## Data for this exercise
// npm run migrate | seed | verify | admin: runs a command of database/commands on the database that npm start uses, and
// brings that up for as long as the command takes.
import { spawn } from 'node:child_process'
import { mkdirSync } from 'node:fs'
import { dependencies } from './dependencies.mjs'
import { stopMariadb } from './mariadb.mjs'
import { servedDatabase } from './served-database.mjs'
import { settings as settingsFrom } from './settings.mjs'
import { endAsked } from './steps.mjs'
import { ROOT, resolved } from './tool.mjs'

const [name = '', ...options] = process.argv.slice(2)
const end = endAsked() // the command is told by the terminal itself, and the database stays up until it has ended

try {
  await dependencies(end)
  const settings = settingsFrom(process.env)
  mkdirSync(settings.folder, { recursive: true, mode: 0o711 })
  const { held, env } = await servedDatabase(settings)
  process.exitCode = await run(env)
  if (held) await stopMariadb(settings.folder)
} catch (error) {
  console.error(error instanceof Error ? error.message : error)
  process.exitCode = 1
}
process.exit()

/**
 * @param {NodeJS.ProcessEnv} env
 * @returns {Promise<number>} the exit code
 */
function run(env) {
  const [program, ...args] = resolved(['tsx', `database/commands/${name}.ts`, ...options])
  const child = spawn(program, args, { cwd: ROOT, env: { ...process.env, ...env }, stdio: 'inherit' })
  end.addEventListener('abort', () => child.kill('SIGTERM'))
  return new Promise((resolve, reject) => {
    child.once('error', reject)
    child.once('exit', code => resolve(code ?? 1))
  })
}
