import { noClock, shiftClock } from '../clock.ts'
import type { TaskRule } from '../kind.ts'
import { careOfTubeFrom } from '../tube-care.ts'
import { withoutTube } from '../tube-change/tasks.ts'
import { tubeInPlace } from '../tube-change/tube.ts'
import { waterCuffs } from './schema.ts'
import { waterCuffDifference } from './settings.ts'

const filling: TaskRule = {
  name: 'water-cuff-check',
  airway: true,
  settings: [waterCuffDifference],
  says: () =>
    'Once in each shift while a tube with a water cuff is in: all water out, measured, and the prescribed volume of sterile water in.',
  clock(context) {
    const { record, ward } = context
    const tube = tubeInPlace(record)
    if (!tube) return withoutTube(context)
    if (tube.data.cuff !== 'water') return noClock
    const start = careOfTubeFrom(tube, context)
    return shiftClock({ values: context.values, last: record.latest(waterCuffs), start, ward })
  },
}

export const waterCuffTasks = [filling]
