import type { WaterCuffData } from './schema.ts'

/** The plain case that other examples vary: as much in as out, and as prescribed. */
export const plainFilling: WaterCuffData = { prescribedMl: 5, removedMl: 5, instilledMl: 5, leak: 'no' }

export const waterCuffExamples: readonly WaterCuffData[] = [
  plainFilling,
  { prescribedMl: 5, removedMl: 3.5, instilledMl: 5, leak: 'yes', note: 'Voice heard before.' },
  { prescribedMl: 5, removedMl: 5, instilledMl: 0, leak: 'no' },
]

## Exercise
Where the string "prescribedMl" appears in a line of the entries above, return that line.

## Result
export const plainFilling: WaterCuffData = { prescribedMl: 5, removedMl: 5, instilledMl: 5, leak: 'no' }
  { prescribedMl: 5, removedMl: 3.5, instilledMl: 5, leak: 'yes', note: 'Voice heard before.' },
  { prescribedMl: 5, removedMl: 5, instilledMl: 0, leak: 'no' },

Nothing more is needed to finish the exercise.